# Phrag April Fool 'Carly'



## Chuck (Jan 3, 2013)




----------



## The Orchid Boy (Jan 3, 2013)

Wow! I haven't seen a ton of phrags but that has got to be the prettiest phrag hybrid I've ever seen, no kidding! It looks so... yummy, like candy or bubblegum. 

What's the leaf span on the plant? I'm seriously thing about getting one if I can find one...


----------



## goldenrose (Jan 3, 2013)

:drool::drool: Nothing April Foolish about this one! :clap::clap:


----------



## Shiva (Jan 3, 2013)

Now that's a great one. Congrats!


----------



## Hera (Jan 3, 2013)

Now that's what I'm talkin bout!


----------



## phrag guy (Jan 3, 2013)

That is very nice Chuck


----------



## SlipperFan (Jan 3, 2013)

April Fool = Cardinale x besseae. I've not seen a bad one yet, and I would love to have one.


----------



## NYEric (Jan 3, 2013)

Yay besseae hybrids! This cross is not that common, and as you can see is a big plant. It would be nice to see Phrag Foolerisch remade!


----------



## wjs2nd (Jan 3, 2013)

Beautiful! How are you growing it? What is the wood behind it?


----------



## JeanLux (Jan 4, 2013)

Impressive !!!! Jean


----------



## Chuck (Jan 4, 2013)

wjs2nd said:


> Beautiful! How are you growing it? What is the wood behind it?



Hi,

This plant is a climber. There is a thread from a while ago started by TDT (Tracey from Saskatoon) that discusses how her besseae is grown. 
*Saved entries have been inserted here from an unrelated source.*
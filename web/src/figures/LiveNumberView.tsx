import { useId, useMemo, useState } from 'react';
import { FIGURE_KIND_LABELS, figureRecipeSchema, type FigureKind, formatLiveNumber, formatVersionsUsed } from '@upwell/common';
import { useFigure } from '../api/figures';

/** Attributes of a live number as the document holds them. */
export interface LiveNumberViewProps {
  notebookId: string;
  recipe: Record<string, unknown> | null;
  numberKey: string;
  precision: number;
  /** The number of the figure it was taken from, when that figure is in the document. */
  figureNumber: number | null;
  selected?: boolean;
}

/**
 * A number in the text computed from a recipe: the value with its units, "…"
 * while computing, a marked "n/a" when it cannot be had. Hover or focus says
 * where it comes from.
 */
export function LiveNumberView({ notebookId, recipe, numberKey, precision, figureNumber, selected }: LiveNumberViewProps) {
  const parsed = useMemo(() => (recipe ? figureRecipeSchema.safeParse(recipe) : null), [recipe]);
  const valid = parsed?.success ? parsed.data : null;
  const query = useFigure(notebookId, valid, { as: 'number' });
  const [open, setOpen] = useState(false);
  const tipId = useId();
  const number = query.data?.numbers.find((n) => n.key === numberKey);
  const source = figureNumber ? `Figure ${figureNumber}` : valid ? FIGURE_KIND_LABELS[valid.kind as FigureKind] : 'no figure';

  let text: string;
  let state: 'value' | 'computing' | 'unavailable';
  let why = '';
  if (!valid) {
    text = 'n/a';
    state = 'unavailable';
    why = 'Its recipe is missing or cannot be read.';
  } else if (query.isPending) {
    text = '…';
    state = 'computing';
    why = 'Computing…';
  } else if (query.error) {
    text = 'n/a';
    state = 'unavailable';
    why = `It could not be computed: ${query.error.message}`;
  } else if (!number) {
    text = 'n/a';
    state = 'unavailable';
    why = `${source} no longer offers this number.`;
  } else {
    const f = formatLiveNumber(number.value, precision, number.units);
    text = f.text;
    state = f.state;
    if (f.state === 'unavailable') why = 'The data do not define this value (too few months, or missing values).';
  }

  const kind = valid ? FIGURE_KIND_LABELS[valid.kind as FigureKind] : null;
  return (
    <span className="upwell-live-number-wrap">
      <span
        className={`upwell-live-number upwell-live-number-${state}${selected ? ' is-selected' : ''}`}
        tabIndex={0}
        role="button"
        aria-label={`Live number: ${number?.label ?? numberKey}, ${state === 'computing' ? 'computing' : text}`}
        aria-describedby={tipId}
        aria-expanded={open}
        // Enter or Space shows where the number comes from (a button that discloses its source).
        onClick={() => setOpen((o) => !o)}
        onMouseEnter={() => setOpen(true)}
        onMouseLeave={() => setOpen(false)}
        onFocus={() => setOpen(true)}
        onBlur={() => setOpen(false)}
        onKeyDown={(e) => {
          if (e.key === 'Escape') setOpen(false);
          if (e.key === 'Enter' || e.key === ' ') {
            e.preventDefault();
            setOpen((o) => !o);
          }
        }}
      >
        {state === 'unavailable' && <span aria-hidden>⚠ </span>}
        {text}
      </span>
      <span id={tipId} role="tooltip" className="upwell-number-tip" hidden={!open}>
        <strong>{number?.label ?? numberKey}</strong>
        <br />
        From {source}
        {figureNumber && kind ? ` (${kind})` : ''}
        {query.data && (
          <>
            <br />
            Data: {formatVersionsUsed(query.data.used)}
          </>
        )}
        {why && (
          <>
            <br />
            {why}
          </>
        )}
      </span>
    </span>
  );
}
http://www.slippertalk.com/forum/showthread.php?t=27450

The culture and potting is the same for this plant. The basic media is a fine bark mix or a mix of 50% sphag and 50% sponge rock but there is a thin layer of sphagnum moss in the front to stop the mix from being washed out of the hardware cloth in the front. It is the same culture that I use for any besseae or besseae hybrid (cool, moist and intermediate light) trying to compensate for the fact that some of them, or maybe all of them, like to climb. I can go into more detail if you want. 

Chuck


----------



## Susie11 (Jan 4, 2013)

A beauty!


----------



## iBreed (Jan 4, 2013)

*Growing system*



Chuck said:


> Hi,
> 
> This plant is a climber. There is a thread from a while ago started by TDT (Tracey from Saskatoon) that discusses how her besseae is grown.
> 
> ...



Thanks Chuk.

Would love to see some piics of set up you have to grow it.

Very impresive the results you are having with this growing system, congratulations.

Do you keep it dump all the time?

Thanks.

Jose


----------



## Justin (Jan 4, 2013)

excellent, you are an awesome Phrag grower.


----------



## wjs2nd (Jan 4, 2013)

Thanks Chuck, I had a feeling that is how your growing it. Can you post some pictures of this setup?


----------



## eaborne (Jan 4, 2013)

Very pretty!


----------



## Chuck (Jan 4, 2013)

iBreed said:


> Thanks Chuk.
> 
> Would love to see some piics of set up you have to grow it.
> 
> ...



I water it with rainwater every two days so it is always damp.

Chuck


----------



## Chuck (Jan 4, 2013)

Sure, I can post a few photos.

This is the container. I prefer transparent ones but others work just fine.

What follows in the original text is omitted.